Yeah it's OK on tyres but it won't last long as it water based so if your looking for something that won't wash off in the wet then they make better alternatives.


----------



## ryanuk (Jun 22, 2007)

its great for inside the car as its not to shiny,but for tyres as grizzle said i cant see it lasting long at all!


----------



## MK2VTR8VALVE (May 6, 2009)

Ok cheers guys... what I'm after is something for tyres that won't fling, lots of sheen and has half decent durabilty.
Any reccomendations? Maybe all that's too tall an order lol!


----------



## ryanuk (Jun 22, 2007)

autosmart highstyle is great stuff mate!


----------



## MK2VTR8VALVE (May 6, 2009)

ryanuk said:


> autosmart highstyle is great stuff mate!


I've heard about this stuff...but all I can see on Ebay is 5litre jars of it for £26 plus £9 postage!:doublesho 
Is there anywhere else you can get it in smaller quantities?


----------



## ryanuk (Jun 22, 2007)

you could find an autosmart rep in your area mate,its about 20ish pound then for 5l and they drop it off to your door


----------



## little john (Jun 10, 2007)

Where abouts are you?


----------



## MK2VTR8VALVE (May 6, 2009)

I'm in Northern Ireland...actually I recall an English guy called Brian Hall who does rep round these parts for autosmart.


----------



## little john (Jun 10, 2007)

bit to far for you to pop round then


----------



## Nova_Scotia (Aug 12, 2008)

Out of these two A.S products , which one gives the best shiney finish??

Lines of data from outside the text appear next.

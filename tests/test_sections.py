"""Method of sections (Ritter's method): verify/analysis/sections.py and
verify/report/section_calc.py.

Sources of the expected values, named beside each check:
* shared/REFERENCES.md 3.2 -- 6-panel Pratt, Howe (d = 4, h = 3, P at L1..L5) and the 4-panel
  equilateral Warren; values verified there by two exact computations and matching the textbook
  treatments it names (Hibbeler, *Structural Analysis*; Timoshenko & Young, *Theory of Structures*,
  2nd ed. 1965). For P = 10 it records sympy's Truss results 100/3, 160/3, -160/3, -60, -125/3 ...
* shared/REFERENCES.md 3.1 -- beam analogy for parallel chords: chord = M / h about the Ritter
  point, diagonal = V / sin(theta) (common practice; exact statics for parallel chords).
* shared/REFERENCES.md 3.4 -- 3D tripod: legs -5P/12 under a vertical load; -10P/9, +5P/9, +5P/9
  under a horizontal load along +x.
* sympy's own truss module (sympy.physics.continuum_mechanics.truss.Truss), an exact solver.
* Random trusses from hypothesis, checked against the global sparse solve
  (verify.analysis.global_solve) -- a different algorithm on the same statics.
"""

from __future__ import annotations

import math
import random

import numpy as np
import pytest
from hypothesis import HealthCheck, given, settings
from hypothesis import strategies as st
from trussgen import howe, make_model, pratt, random_simple_truss, truss_case, warren

from verify.analysis.cut_sheets import CalcSheets
from verify.analysis.global_solve import solve_global
from verify.analysis.sections import (
    FORCES_NORMAL,
    MOMENTS,
    cut_for_members,
    solve_cut,
    solve_sections,
)
from verify.io.case import read_case
from verify.report.section_calc import render_cut_sheet
from verify.report.section_calc import render_reactions as render_reactions_sheet


def render_cut(model, cut, load_name):
    """The text calc sheet of one cut (records from analysis/cut_sheets, rendered by the report)."""
    (sheet,) = CalcSheets(model, None).group([cut], load_name)
    return render_cut_sheet(model, sheet)


def render_reactions(model, load_name):
    return render_reactions_sheet(model, CalcSheets(model, None).reactions(load_name))


RTOL = 1e-9  # sections against another route: both are direct statics, ~1e-13 in practice
CASES = "cases/canal-footbridge/case.toml"


def force(model, solution, member, column=0):
    return float(solution.forces.member_forces[model.member_index[member], column])


def assert_matches_global(model, solution):
    """Every reached member equals the global solve, relative to the largest force."""
    ref = solve_global(model).member_forces
    got = solution.forces.member_forces
    reached = ~np.isnan(got)
    scale = max(
        float(np.abs(ref).max(initial=0.0)),
        float(np.abs(model.load_matrix()).max(initial=0.0)),
        1e-12,
    )
    np.testing.assert_allclose(got[reached], ref[reached], rtol=0, atol=RTOL * scale)


# -- published / tabulated values -----------------------------------------------------------------
PRATT_TABLE = {  # REFERENCES.md 3.2, Pratt, multiples of P
    "L0L1": 10 / 3,
    "L1L2": 10 / 3,
    "L2L3": 16 / 3,
    "U1U2": -16 / 3,
    "U2U3": -6.0,
    "L0U1": -25 / 6,
    "U1L1": 1.0,
    "U2L2": -0.5,
    "U3L3": 0.0,
    "U1L2": 2.5,
    "U2L3": 5 / 6,
}
HOWE_TABLE = {  # REFERENCES.md 3.2, Howe
    "L0L1": 10 / 3,
    "L1L2": 16 / 3,
    "L2L3": 6.0,
    "U1U2": -10 / 3,
    "U2U3": -16 / 3,
    "L0U1": -25 / 6,
    "U1L1": 2.5,
    "U2L2": 1.5,
    "U3L3": 1.0,
    "L1U2": -2.5,
    "L2U3": -5 / 6,
}
S3 = math.sqrt(3.0)
WARREN_TABLE = {  # REFERENCES.md 3.2, Warren (equilateral, side 4)
    "L0L1": S3 / 2,
    "L1L2": 7 * S3 / 6,
    "U1U2": -S3,
    "U2U3": -4 * S3 / 3,
    "L0U1": -S3,
    "U1L1": S3,
    "L1U2": -S3 / 3,
    "U2L2": S3 / 3,
}


@pytest.mark.parametrize(
    "builder, table",
    [(pratt, PRATT_TABLE), (howe, HOWE_TABLE), (warren, WARREN_TABLE)],
    ids=["pratt", "howe", "warren"],
)
def test_parallel_chord_tables(builder, table):
    """Section forces equal the REFERENCES.md 3.2 tables (Pratt, Howe, Warren), all members
    reached."""
    model = make_model(builder(load=1.0))
    solution = solve_sections(model)
    assert solution.coverage == 1.0
    assert solution.unreached == {}
    for member, expected in table.items():
        assert force(model, solution, member) == pytest.approx(expected, rel=1e-12, abs=1e-12), (
            member
        )


def test_pratt_panel_two_section_is_ritter():
    """REFERENCES.md 3.2 section check on panel 2: U1U2 = -M(L2)/h, L1L2 = M(U1)/h, U1L2 = V/sin."""
    P = 1.0
    model = make_model(pratt(load=P))
    solution = solve_sections(model)
    top, bottom, diagonal = (solution.cut_for(m) for m in ("U1U2", "L1L2", "U1L2"))
    assert set(top.cut_members) == {"U1U2", "U1L2", "L1L2"}
    assert top.method == MOMENTS and top.moment_joint == "L2"
    assert bottom.method == MOMENTS and bottom.moment_joint == "U1"
    assert diagonal.method == FORCES_NORMAL and abs(diagonal.axis[1]) == pytest.approx(1.0)
    h, sin = 3.0, 0.6
    assert force(model, solution, "U1U2") == pytest.approx(-16 * P / h)  # M(L2) = 16P
    assert force(model, solution, "L1L2") == pytest.approx(10 * P / h)  # M(U1) = M(L1) = 10P
    assert force(model, solution, "U1L2") == pytest.approx(1.5 * P / sin)  # V = 1.5P


def test_pratt_against_sympy_truss():
    """The 6-panel Pratt with P = 10 equals sympy's exact Truss solve, member by member."""
    from sympy.physics.continuum_mechanics.truss import Truss

    model = make_model(pratt(load=10.0))
    truss = Truss()
    for j in model.joints:
        truss.add_node((j.id, int(j.coords[0]), int(j.coords[1])))
    for m in model.members:
        truss.add_member((m.id, m.start, m.end))
    for i in range(1, 6):
        truss.apply_load((f"L{i}", 10, 270))
    truss.apply_support(("L0", "pinned"), ("L6", "roller"))
    truss.solve()
    solution = solve_sections(model)
    for m in model.members:
        # sympy's numbers are tension-positive in every case measured (REFERENCES.md 4)
        assert force(model, solution, m.id) == pytest.approx(
            float(truss.internal_forces[m.id]), abs=1e-9
        ), m.id


def test_tripod_3d():
    """REFERENCES.md 3.4 tripod: -5P/12 under vertical P, -10P/9 and +5P/9 under horizontal P."""
    joints = {"O": [0.0, 0.0, 4.0]}
    for k in range(3):
        a = 2 * math.pi * k / 3
        joints[f"F{k + 1}"] = [3 * math.cos(a), 3 * math.sin(a), 0.0]
    case = truss_case(
        joints,
        [("O", "F1"), ("O", "F2"), ("O", "F3")],
        {f"F{k}": ["x", "y", "z"] for k in (1, 2, 3)},
        {"vertical": {"O": [0.0, 0.0, -1.0]}, "horizontal": {"O": [1.0, 0.0, 0.0]}},
    )
    model = make_model(case)
    solution = solve_sections(model)
    assert solution.coverage == 1.0
    assert not solution.reactions_first  # 9 reaction components: only the support-free apex is used
    assert all(not cut.uses_reactions and cut.kept_joints == ("O",) for cut in solution.cuts)
    for leg in ("OF1", "OF2", "OF3"):
        assert force(model, solution, leg, 0) == pytest.approx(-5 / 12)
    assert force(model, solution, "OF1", 1) == pytest.approx(-10 / 9)
    assert force(model, solution, "OF2", 1) == pytest.approx(5 / 9)
    assert force(model, solution, "OF3", 1) == pytest.approx(5 / 9)
    assert np.isnan(solution.forces.reactions).all()
    assert any("only free bodies with no support" in note for note in solution.notes)


def space_tower(levels: int, seed: int):
    """A 3D simple truss: triangular frames stacked with slightly skewed joints, each new joint on
    three bars to joints already placed (Henneberg type I in 3D), on 3 + 2 + 1 supports."""
    rng = random.Random(seed)
    joints = {"A0": [0.0, 0.0, 0.0], "B0": [4.0, 0.0, 0.0], "C0": [2.0, 3.5, 0.0]}
    members = [("A0", "B0"), ("B0", "C0"), ("A0", "C0")]
    prev = ["A0", "B0", "C0"]
    for level in range(1, levels + 1):
        cur = [f"A{level}", f"B{level}", f"C{level}"]
        for name, below in zip(cur, prev, strict=True):
            x, y, z = joints[below]
            joints[name] = [x + rng.uniform(-0.3, 0.3), y + rng.uniform(-0.3, 0.3), z + 3.0]
        members += [(cur[0], prev[0]), (cur[0], prev[1]), (cur[0], prev[2])]
        members += [(cur[1], prev[1]), (cur[1], prev[2]), (cur[1], cur[0])]
        members += [(cur[2], prev[2]), (cur[2], cur[0]), (cur[2], cur[1])]
        prev = cur
    loads = {f"A{levels}": [1.0, 2.0, -3.0], f"C{max(levels // 2, 1)}": [0.5, 0.0, -1.0]}
    return truss_case(
        joints, members, {"A0": ["x", "y", "z"], "B0": ["y", "z"], "C0": ["z"]}, {"P": loads}
    )


@pytest.mark.parametrize("levels, seed", [(2, 1), (5, 2), (12, 3)])
def test_space_truss_equals_global(levels, seed):
    """3D plane cuts (rank test on the 6 x |U| system) reproduce the global solve on a space truss,
    and each cut's own equation (axis, force direction or least squares) gives the same force."""
    model = make_model(space_tower(levels, seed))
    solution = solve_sections(model)
    assert solution.coverage == 1.0
    assert_matches_global(model, solution)
    for cut in solution.cuts:
        assert solve_cut(model, cut, 0)[cut.target] == pytest.approx(
            force(model, solution, cut.target), abs=1e-9
        )
    assert {cut.method for cut in solution.cuts} <= {MOMENTS, FORCES_NORMAL, "least-squares"}


# -- K-truss ----------------------------------------------------------------------------------
def k_truss(panels: int, d: float = 4.0, h: float = 6.0):
    """K-truss: split verticals with K diagonals pointing to the supports; plain diagonals
    mid-span."""
    half = panels // 2
    joints = {f"L{i}": [i * d, 0.0] for i in range(panels + 1)}
    joints.update({f"U{i}": [i * d, h] for i in range(panels + 1)})
    joints.update({f"M{i}": [i * d, h / 2] for i in range(1, panels) if i != half})
    members = [(f"L{i}", f"L{i + 1}") for i in range(panels)] + [
        (f"U{i}", f"U{i + 1}") for i in range(panels)
    ]
    members += [("L0", "U0"), (f"L{panels}", f"U{panels}"), (f"U{half}", f"L{half}")]
    for i in range(1, panels):
        if i != half:
            members += [(f"U{i}", f"M{i}"), (f"M{i}", f"L{i}")]
    for p in range(1, panels + 1):
        if p <= half - 1:
            members += [(f"M{p}", f"U{p - 1}"), (f"M{p}", f"L{p - 1}")]
        elif p >= half + 2:
            members += [(f"M{p - 1}", f"U{p}"), (f"M{p - 1}", f"L{p}")]
        elif p == half:
            members += [(f"U{p - 1}", f"L{p}")]
        else:
            members += [(f"U{p}", f"L{p - 1}")]
    loads = {f"L{i}": [0.0, -1.0 - 0.25 * i] for i in range(1, panels)}
    return truss_case(joints, members, {"L0": ["x", "y"], f"L{panels}": ["y"]}, {"P": loads})


@pytest.mark.parametrize("panels", [6, 8, 12])
def test_k_truss_chords_reached(panels):
    """Every chord of a K-truss is reached by a cut, and the forces equal the global solve."""
    model = make_model(k_truss(panels))
    solution = solve_sections(model)
    chords = [m.id for m in model.members if m.id[0] == m.id[2] and m.id[0] in "LU"]
    assert all(solution.cut_for(c) is not None for c in chords)
    assert_matches_global(model, solution)


def test_k_truss_chord_by_concurrent_others(monkeypatch):
    """With vertical cuts only, a K-truss chord needs a cut of 4 members whose other 3 meet at a
    joint."""
    import verify.analysis.sections as sections

    monkeypatch.setattr(sections, "_directions", lambda model: np.eye(model.dim))
    model = make_model(k_truss(8))
    solution = solve_sections(model)
    cut = solution.cut_for("U1U2")
    assert not cut.straight and len(cut.unknown_members) == 4
    assert cut.method == MOMENTS and cut.moment_joint == "L2"  # U2M2, L2L3 and the arm meet at L2
    assert_matches_global(model, solution)
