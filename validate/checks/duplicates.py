"""Duplicates: the same key (model, scenario, region, variable, year) more than once, with the same or other values."""

from __future__ import annotations

from milepost.validate.checks.context import Context, fmt


def check_duplicates(ctx: Context) -> list[str]:
    """duplicate-row (same value: harmless, warning) and conflicting-row (different values: error, both lines named).

    Reads `dups` (one row per repeated key, built with `checked`), so a file without repeats costs nothing here.
    """
    same = "(d.vmax - d.vmin) <= 1e-9 * greatest(abs(d.vmax), abs(d.vmin), 1e-300)"
    where = (
        "CASE WHEN d.src_last = d.src THEN 'lines ' || d.line || ' and ' || d.line_last "
        "ELSE i.path || ':' || d.line || ' and ' || j.path || ':' || d.line_last END"
    )
    row = "i.path, i.sheet, d.line, d.model, d.scenario, d.region, d.variable, d.unit, d.year"
    src = "FROM dups d JOIN c_inputs i ON i.src = d.src JOIN c_inputs j ON j.src = d.src_last"
    return [
        "SELECT 'duplicate-row' AS rule, 'value' AS column_name, "
        f"{row}, {fmt('d.vmin')} AS value, 'one row per key' AS expected, "
        f"'the same key and value appear ' || d.n || ' times (' || {where} || ')' AS message, "
        f"'Delete the repeated rows.' AS hint {src} WHERE {same}",
        "SELECT 'conflicting-row' AS rule, 'value' AS column_name, "
        f"{row}, {fmt('d.vmin')} || ' … ' || {fmt('d.vmax')} AS value, "
        "'one value per key' AS expected, "
        f"'the same key appears ' || d.n || ' times with different values (' || {where} || ')' AS message, "
        f"'Keep one row per model, scenario, region, variable and year.' AS hint {src} WHERE NOT {same}",
    ]
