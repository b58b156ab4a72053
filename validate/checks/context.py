"""What every check sees: the DuckDB connection with the loaded rows, the contract, and the inputs."""

from __future__ import annotations

from dataclasses import dataclass, field

import duckdb

from milepost.schema.contract import Contract
from milepost.validate.readers import InputFile


@dataclass
class Context:
    """One check run.

    Tables in `con` (all TEMP): `obs` (view: every data row as read: src, path, sheet, line, key cells, year,
    year_raw, value, value_raw), `combos` (each distinct src and key cells but the year, with its row count),
    `combo_values` (col, value: the distinct cells of each key column), `c_inputs` (src -> path, sheet),
    `unit_map` (variable, unit -> factor, status), `checked` (usable rows in contract units, one per key: src,
    line, key, unit, year, value), `dups` (keys that occurred more than once), and the contract lookups
    `c_variables`, `c_parts`, `c_regions`, `c_region_parts`, `c_reference`, `c_bounds`.
    """

    con: duckdb.DuckDBPyConnection
    contract: Contract
    inputs: list[InputFile]
    # the distinct (variable, unit) pairs of contract variables, once asked (units.py)
    unit_pairs: list[tuple[str, str]] | None = field(default=None, repr=False)

    @property
    def tol_rel(self) -> float:
        return self.contract.tolerance.sum_relative

    @property
    def tol_abs(self) -> float:
        return self.contract.tolerance.sum_absolute


def fmt(expr: str) -> str:
    """SQL rendering a number the way reports show it: up to 6 significant digits, no trailing zeros."""
    return f"(CASE WHEN abs({expr}) >= 1e5 THEN printf('%.0f', {expr}) ELSE printf('%.6g', {expr}) END)"
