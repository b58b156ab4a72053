"""Names: regions and variables the contract does not know (with a did-you-mean hint), and names holding
control characters."""

from __future__ import annotations

import difflib

from milepost.validate.checks.context import Context
from milepost.validate.sql import literal

_ROW = "o.path, o.sheet, o.line, o.model, o.scenario, o.region, o.variable, o.unit, o.year"


def suggest(name: str, known: list[str]) -> str | None:
    """The closest known name: same spelling but for case and spaces first, else difflib's best close match."""
    squash = {k.lower().replace(" ", "").replace("_", "."): k for k in known}
    exact = squash.get(name.lower().replace(" ", "").replace("_", "."))
    if exact:
        return exact
    close = difflib.get_close_matches(name, known, n=1, cutoff=0.75)
    if not close:
        close = difflib.get_close_matches(name.lower(), [k.lower() for k in known], n=1, cutoff=0.75)
        close = [next(k for k in known if k.lower() == close[0])] if close else []
    return close[0] if close else None


def _hints_table(ctx: Context, table: str, column: str, known_sql: str, known: list[str]) -> tuple[int, int]:
    """`table` (name, suggestion): the distinct names of `column` that `known_sql` (a one-column SELECT of the
    contract's names) does not hold; returns (unknown names, distinct names seen). Only the first `hinted_names`
    get a suggestion, so 300,000 made-up names cost one anti-join, not 300,000 fuzzy searches."""
    con = ctx.con
    con.execute(
        f"CREATE OR REPLACE TEMP TABLE {table} AS SELECT value AS name, NULL::VARCHAR AS suggestion "  # noqa: S608 - names from the code; contract text via validate.sql
        f"FROM combo_values WHERE col = {literal(column)} AND value IS NOT NULL AND trim(value) <> '' "
        f"AND value NOT IN ({known_sql})"
    )
    sample = [
        r[0]
        for r in con.execute(
            f"SELECT name FROM {table} ORDER BY name LIMIT ?",  # noqa: S608 - names from the code
            [ctx.contract.limits.hinted_names],
        ).fetchall()
    ]
    hints = {n: h for n in sample if (h := suggest(n, known)) is not None}
    if hints:
        # one statement for all of them: the two lists bound as parameters and unnested side by side
        con.execute(
            f"UPDATE {table} AS t SET suggestion = h.suggestion FROM (SELECT unnest(?::VARCHAR[]) AS name, "  # noqa: S608 - names from the code; names and hints bound
            "unnest(?::VARCHAR[]) AS suggestion) AS h WHERE t.name = h.name",
            [list(hints), list(hints.values())],
        )
    unknown = con.execute(f"SELECT count(*) FROM {table}").fetchall()[0][0]  # noqa: S608 - names from the code
    if not unknown:
        return 0, 0
    seen = con.execute(
        "SELECT count(*) FROM combo_values WHERE col = ? AND value IS NOT NULL AND trim(value) <> ''", [column]
    ).fetchall()[0][0]
    return int(unknown), int(seen)


def _other_contract(ctx: Context, what: str, unknown: int, seen: int) -> str:
    """A hint prefix (SQL literal) asking whether another contract was meant, when most names are unknown to it."""
    if seen < 2 or unknown * 2 <= seen:
        return "''"
    return literal(
        f"{unknown} of the {seen} {what} names are unknown to the contract {ctx.contract.name}: was another "
        "contract meant (--contract FOLDER)? "
    )


def check_unknown_region(ctx: Context) -> list[str]:
    """unknown-region: the region is neither a contract region nor (where allowed) an ISO 3166-1 alpha-3 code."""
    c = ctx.contract
    unknown, seen = _hints_table(ctx, "unknown_regions", "region", "SELECT region FROM c_regions", list(c.regions))
    if not unknown:
        return []
    prefix = _other_contract(ctx, "region", unknown, seen)
    allowed = sorted(c.regions)
    listing = ", ".join(allowed[:8]) + (" …" if len(allowed) > 8 else "")
    if c.countries:
        listing += " or an ISO 3166-1 alpha-3 country code"
    return [
        "SELECT 'unknown-region' AS rule, 'region' AS column_name, "  # noqa: S608 - names from the code; contract text via validate.sql
        f"{_ROW}, o.region AS value, {literal(listing)} AS expected, "
        "'region ' || o.region || ' is not in the contract' AS message, "
        f"{prefix} || CASE WHEN h.suggestion IS NOT NULL THEN 'Did you mean ' || h.suggestion || '?' "
        f"ELSE 'Use one of: ' || {literal(listing)} || '.' END AS hint "
        "FROM obs o JOIN unknown_regions h ON o.region = h.name"
    ]


def check_unknown_variable(ctx: Context) -> list[str]:
    """unknown-variable: the variable name is not in the contract."""
    known = list(ctx.contract.variables)
    unknown, seen = _hints_table(ctx, "unknown_variables", "variable", "SELECT variable FROM c_variables", known)
    if not unknown:
        return []
    prefix = _other_contract(ctx, "variable", unknown, seen)
    return [
        f"SELECT 'unknown-variable' AS rule, 'variable' AS column_name, {_ROW}, o.variable AS value, "  # noqa: S608 - names from the code; contract text via validate.sql
        "coalesce(h.suggestion, 'a contract variable') AS expected, "
        "'variable ' || o.variable || ' is not in the contract' AS message, "
        f"{prefix} || CASE WHEN h.suggestion IS NOT NULL THEN 'Did you mean ' || h.suggestion || '?' "
        "ELSE 'See `milepost contract show` for the variable names.' END AS hint "
        "FROM obs o JOIN unknown_variables h ON o.variable = h.name"
    ]


# C0 controls (tab, CR, LF and NUL among them), DEL, C1 controls, and the byte-order mark / zero-width no-break
# space: invisible or layout-breaking in a name, so two names that print alike can differ.
_CONTROL = "[\\x00-\\x1f\\x7f-\\x9f\\x{feff}]"


def check_control_characters(ctx: Context) -> list[str]:
    """control-character: a key cell (model, scenario, region, variable, unit) holding a control character."""
    cols = ("model", "scenario", "region", "variable", "unit")
    found = ctx.con.execute(
        f"SELECT list(DISTINCT col) FROM combo_values WHERE regexp_matches(value, {literal(_CONTROL)})"  # noqa: S608 - names from the code
    ).fetchall()[0][0]
    if not found:
        return []
    return [
        f"SELECT 'control-character' AS rule, {literal(c)} AS column_name, {_ROW}, "  # noqa: S608 - names from the code; contract text via validate.sql
        f"o.{c} AS value, 'a name of printable characters' AS expected, "
        f"'{c} holds a control character (code ' || "
        f"CAST(unicode(regexp_extract(o.{c}, {literal(_CONTROL)})) AS VARCHAR) || ')' AS message, "
        "'Remove invisible characters (tabs, line breaks, NUL, byte-order marks) from names: they make "
        "names that look alike but differ.' AS hint "
        f"FROM obs o SEMI JOIN (SELECT src, {c} FROM combos WHERE regexp_matches({c}, {literal(_CONTROL)})) k "
        f"ON o.src = k.src AND o.{c} = k.{c}"
        for c in cols
        if c in found  # only the columns holding one: each other query would scan every row for nothing
    ]
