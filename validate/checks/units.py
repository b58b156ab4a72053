"""Units: a unit that does not convert into the contract's (error), or one that does and was converted (warning).

Units are compared once per distinct (variable, unit) pair, not per row; the resulting `unit_map` table gives the
factor the runner multiplies values by when it builds `checked`.
"""

from __future__ import annotations

from milepost.schema.units import CARBON_CONTEXT, NITROGEN_CONTEXT, LazyUnits, UnitError, normalise, scale_factor
from milepost.validate.checks.context import Context
from milepost.validate.sql import insert_rows

# contract options ([units] in contract.toml) that make a unit of another species convert
_OPTIONS = (
    (CARBON_CONTEXT, "carbon mass (C) into CO2"),
    (NITROGEN_CONTEXT, "the nitrogen in N2O (N2O-N) into N2O"),
)

_ROW = "o.path, o.sheet, o.line, o.model, o.scenario, o.region, o.variable, o.unit, o.year"


def _pairs(ctx: Context) -> list[tuple[str, str]]:
    if ctx.unit_pairs is None:
        ctx.unit_pairs = ctx.con.execute(
            "SELECT DISTINCT o.variable, o.unit FROM combos o JOIN c_variables v ON o.variable = v.variable "
            "WHERE o.unit IS NOT NULL AND trim(o.unit) <> ''"
        ).fetchall()
    return ctx.unit_pairs


def warm_registry(ctx: Context) -> None:
    """Start building the contract's pint registry in the background when some unit will need it (one that is
    neither the contract's nor a tonne prefix away): its 0.3 s then overlaps the checks that run before this one."""
    units = ctx.contract.units
    if not isinstance(units, LazyUnits):
        return
    variables = ctx.contract.variables
    if any(scale_factor(u, variables[v].unit) is None for v, u in _pairs(ctx)):
        units.warm_in_background()


def build_unit_map(ctx: Context) -> bool:
    """TEMP table unit_map(variable, unit, factor, status, target, why, allows): status same|spelling|converted|wrong;
    `allows` names the contract option under which a wrong unit would convert. Returns whether any unit differs."""
    pairs = _pairs(ctx)
    units = ctx.contract.units
    rows: list[tuple[str, str, float | None, str, str, str | None, str | None]] = []
    for variable, unit in pairs:
        target = ctx.contract.variables[variable].unit
        if unit == target:
            rows.append((variable, unit, 1.0, "same", target, None, None))
            continue
        # kt against Mt, or a spelling of the same unit: known without importing pint (0.3 s with its registry)
        factor = scale_factor(unit, target)
        if factor is not None:
            same = normalise(unit) == normalise(target)
            rows.append((variable, unit, factor, "spelling" if same else "converted", target, None, None))
            continue
        try:
            factor = units.factor(unit, target)
        except UnitError as e:
            rows.append((variable, unit, None, "wrong", target, str(e), _allowing_option(ctx, unit, target)))
            continue
        spelling = normalise(unit) == normalise(target) or (
            abs(factor - 1.0) < 1e-12 and units.parse(unit) == units.parse(target)
        )
        rows.append((variable, unit, factor, "spelling" if spelling else "converted", target, None, None))
    ctx.con.execute(
        "CREATE OR REPLACE TEMP TABLE unit_map (variable VARCHAR, unit VARCHAR, factor DOUBLE, "
        "status VARCHAR, target VARCHAR, why VARCHAR, allows VARCHAR)"
    )
    columns = [("variable", "VARCHAR"), ("unit", "VARCHAR"), ("factor", "DOUBLE"), ("status", "VARCHAR")]
    columns += [("target", "VARCHAR"), ("why", "VARCHAR"), ("allows", "VARCHAR")]
    insert_rows(ctx.con, "unit_map", columns, rows)
    return any(r[3] != "same" for r in rows)


def _allowing_option(ctx: Context, unit: str, target: str) -> str | None:
    """The hint text for a contract option that is off here and under which `unit` would convert, else None."""
    c = ctx.contract
    for name, what in _OPTIONS:
        if getattr(c, name):
            continue
        try:
            c.units.factor_if(name, unit, target)
        except UnitError:
            continue
        return (
            f"; or, for the contract to accept it, set `{name} = true` under [units] in contract.toml (converts {what})"
        )
    return None


def check_units(ctx: Context) -> list[str]:
    """wrong-unit (does not convert) and converted-unit (converts; a note when only the spelling differs)."""
    if not build_unit_map(ctx):
        return []
    return [
        f"SELECT 'wrong-unit' AS rule, 'unit' AS column_name, {_ROW}, o.unit AS value, m.target AS expected, "  # noqa: S608 - names from the code; contract text via validate.sql
        "'unit ' || o.unit || ' does not convert to ' || m.target || ' (' || o.variable || ')' AS message, "
        "'Report ' || o.variable || ' in ' || m.target || coalesce(m.allows, '') || '.' AS hint "
        "FROM obs o JOIN unit_map m USING (variable, unit) WHERE m.status = 'wrong'",
        # One finding per file and (variable, unit): a file reported in Gt instead of Mt is one fact, not 10,000.
        "SELECT 'converted-unit' AS rule, 'unit' AS column_name, "
        "CASE WHEN any_value(m.status) = 'spelling' THEN 'note' END AS severity, "
        "o.path, any_value(o.sheet) AS sheet, min(o.line) AS line, o.variable, o.unit, o.unit AS value, "
        "any_value(m.target) AS expected, "
        "CASE WHEN any_value(m.status) = 'spelling' THEN 'unit ' || o.unit || ' read as ' || any_value(m.target) "
        "ELSE 'unit ' || o.unit || ' converted to ' || any_value(m.target) || ' (factor ' "
        "|| printf('%.6g', any_value(m.factor)) || ')' END || ' in ' || count(*) "
        "|| CASE WHEN count(*) = 1 THEN ' row' ELSE ' rows' END || ' from line ' "
        "|| min(o.line) AS message, 'Report ' || o.variable || ' in ' || any_value(m.target) "
        "|| ' to avoid the conversion.' AS hint "
        "FROM obs o JOIN unit_map m USING (variable, unit) WHERE m.status IN ('spelling', 'converted') "
        "GROUP BY o.path, o.variable, o.unit",
    ]
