"""Reference values: base-year values against the contract's agreed historical reference."""

from __future__ import annotations

from milepost.validate.checks.context import Context, fmt

_ROW = "i.path, i.sheet, c.line, c.model, c.scenario, c.region, c.variable, c.unit, c.year"


def check_base_year(ctx: Context) -> list[str]:
    """base-year-deviation: |value - reference| > base_year_relative * |reference| (absolute floor if it is 0)."""
    tol = ctx.contract.tolerance.base_year_relative
    return [
        "SELECT 'base-year-deviation' AS rule, 'value' AS column_name, "
        f"{_ROW}, {fmt('c.value')} AS value, {fmt('r.value')} AS expected, "
        "c.variable || ' in ' || c.region || ' ' || c.year || ' is ' || " + fmt("c.value") + " || ' ' || c.unit "
        "|| ', the reference is ' || " + fmt("r.value") + " || CASE WHEN r.value = 0 THEN '' ELSE ' (' || "
        "printf('%+.1f', (c.value - r.value) / abs(r.value) * 100) || ' %)' END "
        f"|| '; tolerance ±{tol * 100:g} %' AS message, "
        "'Calibrate the base year to the reference, or explain the difference in the submission note.' AS hint "
        "FROM checked c JOIN c_reference r ON c.region = r.region AND c.variable = r.variable AND c.year = r.year "
        "JOIN c_inputs i ON i.src = c.src "
        f"WHERE abs(c.value - r.value) > CASE WHEN r.value = 0 THEN {ctx.tol_abs} ELSE {tol} * abs(r.value) END"
    ]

Not worried about durability as its for tractor tyres at our local two day show.


----------



## daffyduck (Apr 6, 2009)

Im from NI and I phoned Bryan Hall and he said he doesnt sell to the general public....


----------



## ianFRST (Sep 19, 2006)

finish is crap for tyres, so much so i used it twice on them i think

but for the interior plastics, its superb


----------



## chrisc (Jun 15, 2008)

i find its great on van lorry plastics interior and love the after smell but dont use it on cars as the texture is different to van lorrys.as it seems to get in nuck and crannys of the interior and dribble down so what i use is dash dandy its more of a natural factory finish if correct procedure is done ie strip down of all crap with g101 mainly for dash and depending ill use something more glossy for door trim etc which some people like.i also find with dash dandy its not over glossy therefore cutting back on glare in windscreen.hope that helps.:thumb:


----------